The answer is: no one can work. In this case, the value must be copied to two separated zval *, although both contain identical data (see ).
Similarly, the following code blocks cause the same conflict and force the value to be separated into a copy (see ).
<? Php
$ A = 1;
$ B = & $;
$ C = $;
?>
Note: In both cases, $ B is associated with the original zval object, the reason is that the engine cannot know the name of the third variable in the operation when the separation occurs.
IX. Summary
PHP is a hosting language.
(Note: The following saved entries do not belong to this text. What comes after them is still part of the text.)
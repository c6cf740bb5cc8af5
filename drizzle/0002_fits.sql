CREATE TABLE "fits" (
	"id" uuid PRIMARY KEY DEFAULT gen_random_uuid() NOT NULL,
	"team_id" uuid NOT NULL,
	"shot_id" uuid NOT NULL,
	"clip_id" uuid NOT NULL,
	"track_id" uuid NOT NULL,
	"calibration_id" uuid NOT NULL,
	"calibration_version" integer NOT NULL,
	"marks_revision" integer NOT NULL,
	"state" text DEFAULT 'awaiting-review' NOT NULL,
	"input_snapshot" jsonb NOT NULL,
	"input_hash" text NOT NULL,
	"result" jsonb NOT NULL,
	"launch_speed_mps" double precision NOT NULL,
	"launch_angle_deg" double precision NOT NULL,
	"drag_coefficient" double precision,
	"drag_k_per_m" double precision,
	"rms_residual_m" double precision NOT NULL,
	"drag_verdict" text NOT NULL,
	"created_by" uuid,
	"created_at" timestamp with time zone DEFAULT now() NOT NULL,
	"reviewed_by" uuid,
	"reviewed_at" timestamp with time zone,
	"review_note" text
);
--> statement-breakpoint
ALTER TABLE "fits" ADD CONSTRAINT "fits_team_id_teams_id_fk" FOREIGN KEY ("team_id") REFERENCES "public"."teams"("id") ON DELETE cascade ON UPDATE no action;--> statement-breakpoint
ALTER TABLE "fits" ADD CONSTRAINT "fits_shot_id_shots_id_fk" FOREIGN KEY ("shot_id") REFERENCES "public"."shots"("id") ON DELETE cascade ON UPDATE no action;--> statement-breakpoint
ALTER TABLE "fits" ADD CONSTRAINT "fits_created_by_users_id_fk" FOREIGN KEY ("created_by") REFERENCES "public"."users"("id") ON DELETE set null ON UPDATE no action;--> statement-breakpoint
ALTER TABLE "fits" ADD CONSTRAINT "fits_reviewed_by_users_id_fk" FOREIGN KEY ("reviewed_by") REFERENCES "public"."users"("id") ON DELETE set null ON UPDATE no action;--> statement-breakpoint
CREATE INDEX "fits_team_idx" ON "fits" USING btree ("team_id","created_at");--> statement-breakpoint
CREATE INDEX "fits_shot_idx" ON "fits" USING btree ("shot_id","created_at");--> statement-breakpoint
CREATE INDEX "fits_track_idx" ON "fits" USING btree ("track_id");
// Small seeded generators for reproducible synthetic shots in tests.

// mulberry32 is the project's one seeded generator; the tests keep their own
// Box–Muller (with a spare) because their statistical checks are pinned to its sequence.
export { mulberry32 } from '../../../../shared/random/prng';

/** Standard normal deviates by the Box-Muller transform. */
export function gaussian(uniform: () => number): () => number {
  let spare: number | null = null;
  return () => {
    if (spare !== null) { const s = spare; spare = null; return s; }
    let u = 0;
    while (u === 0) u = uniform();
    const v = uniform();
    const r = Math.sqrt(-2 * Math.log(u));
    spare = r * Math.sin(2 * Math.PI * v);
    return r * Math.cos(2 * Math.PI * v);
  };
}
From the perspective of common users, this method of careful resource control and memory control means that prototype development is easier and causes fewer conflicts. However, when we go deep into the "inside", all the commitments seem to no longer exist. Ultimately, we need to rely on developers with real sense of responsibility to maintain the consistency of the runtime environment.